What to work on: In the listing below, find the line containing "Queues the month's". Write out that line and every line after it to the end, exactly and only those.

Records supplied:
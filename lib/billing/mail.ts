import 'server-only';
import { literal, Op } from 'sequelize';
import { inTransaction } from '@/lib/db';
import { appUrl, sendMail } from '@/lib/mail';
import { formatCents } from '@/lib/money';
import { Coop, Invoice } from '@/models';
import { getInvoiceDetail } from './invoices';
import { invoiceFileName, renderInvoicePdf, type PdfCoop } from './pdf';
import { formatDateIn, periodLabel } from './periods';
import type { EmailStatus } from './types';

async function loadCoop(coopId: number): Promise<PdfCoop> {
  const c = await Coop.findByPk(coopId, { attributes: ['name', 'slug', 'units', 'currency', 'timezone'], raw: true });
  return c!;
}

/** One more sending attempt, counted in the database (concurrent senders never lose one). */
const ATTEMPT = literal('email_attempts + 1');

/**
 * Claims up to ten queued e-mails of a co-op (queued → sending, FOR UPDATE SKIP LOCKED), so two
 * senders never mail the same invoice; a claim left "sending" by a crashed server is taken again
 * after five minutes.
 */
async function claimBatch(coopId: number): Promise<{ id: number }[]> {
  return inTransaction(async (t) => {
    const batch = await Invoice.findAll({
      where: {
        coopId,
        [Op.or]: [{ emailStatus: 'queued' }, { emailStatus: 'sending', updatedAt: { [Op.lt]: literal("now() - interval '5 minutes'") } }],
      },
      attributes: ['id'],
      order: [['number', 'ASC']],
      limit: 10,
      lock: t.LOCK.UPDATE,
      skipLocked: true,
      raw: true,
      transaction: t,
    });
    if (batch.length > 0) await Invoice.update({ emailStatus: 'sending' }, { where: { id: batch.map((b) => b.id), coopId }, transaction: t });
    return batch;
  });
}

/**
 * E-mails one issued invoice or credit note to its member with the PDF attached, and records the
 * outcome on the invoice (sent / failed, attempts, time). Never throws for mail trouble.
 */
export async function sendInvoiceEmail(coopId: number, invoiceId: number, coop?: PdfCoop): Promise<EmailStatus> {
  const c = coop ?? (await loadCoop(coopId));
  const inv = await getInvoiceDetail(coopId, invoiceId, { includeDrafts: false });
  const pdf = await renderInvoicePdf(inv, c);
  const isCredit = inv.kind === 'credit-note';
  const money = (n: number) => formatCents(n, c.currency);
  const first = inv.memberName.split(/\s+/)[0] || inv.memberName;
  const text = isCredit
    ? `Hello ${first},\n\n${c.name} has cancelled invoice ${inv.original?.label ?? ''} for ${periodLabel(inv.period)}. The credit note ${inv.label} is attached.\nAnything you had paid on that invoice is held as credit on your account and taken off your next invoice.\n\nYour invoices: ${appUrl(`/c/${c.slug}/invoices`)}\n\n— ${c.name} (sent by Tallyvat)\n`
    : `Hello ${first},\n\nYour invoice ${inv.label} for ${periodLabel(inv.period)} from ${c.name} is attached.\nTotal: ${money(inv.totalCents)}. Amount due: ${money(inv.outstandingCents)}${inv.dueOn && inv.outstandingCents > 0 ? `, by ${formatDateIn(inv.dueOn, c.timezone)}` : ''}.\n\nPay by card or see all your invoices: ${appUrl(`/c/${c.slug}/invoices/${inv.id}`)}\nOr pay the treasurer in cash or by cheque, writing ${inv.label} on it.\n\n— ${c.name} (sent by Tallyvat)\n`;
  const ok = await sendMail({
    to: inv.memberEmail,
    subject: `${c.name}: ${isCredit ? 'credit note' : 'invoice'} ${inv.label} for ${periodLabel(inv.period)}`,
    text,
    attachments: [{ filename: invoiceFileName(c.slug, inv), content: pdf, contentType: 'application/pdf' }],
  });
  const status: EmailStatus = ok ? 'sent' : 'failed';
  await Invoice.update({ emailStatus: status, emailAttempts: ATTEMPT, ...(ok ? { emailedAt: new Date() } : {}) }, { where: { id: invoiceId, coopId } });
  return status;
}

/**
 * Sends every queued invoice e-mail of a co-op, a few at a time. Each batch is claimed atomically
 * (queued → sending, SKIP LOCKED), so two senders never mail the same invoice; a batch left
 * "sending" by a crashed server is picked up again after five minutes.
 */
export async function sendQueuedInvoiceEmails(coopId: number): Promise<{ sent: number; failed: number }> {
  const coop = await loadCoop(coopId);
  let sent = 0;
  let failed = 0;
  for (;;) {
    const batch = await claimBatch(coopId);
    if (batch.length === 0) break;
    for (const { id } of batch) {
      try {
        if ((await sendInvoiceEmail(coopId, id, coop)) === 'sent') sent++;
        else failed++;
      } catch (e) {
        console.error(`[billing] e-mail for invoice ${id} failed:`, e);
        await Invoice.update({ emailStatus: 'failed', emailAttempts: ATTEMPT }, { where: { id, coopId } });
        failed++;
      }
    }
  }
  return { sent, failed };
}

/** Queues the month's unsent or failed e-mails again (treasurer's "send now"). */
export async function requeueEmails(coopId: number, periodDate: string): Promise<number> {
  const [n] = await Invoice.update(
    { emailStatus: 'queued' },
    { where: { coopId, period: periodDate, status: { [Op.ne]: 'draft' }, emailStatus: ['not-sent', 'failed'] } },
  );
  return n;
}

Reply:
/** Queues the month's unsent or failed e-mails again (treasurer's "send now"). */
export async function requeueEmails(coopId: number, periodDate: string): Promise<number> {
  const [n] = await Invoice.update(
    { emailStatus: 'queued' },
    { where: { coopId, period: periodDate, status: { [Op.ne]: 'draft' }, emailStatus: ['not-sent', 'failed'] } },
  );
  return n;
}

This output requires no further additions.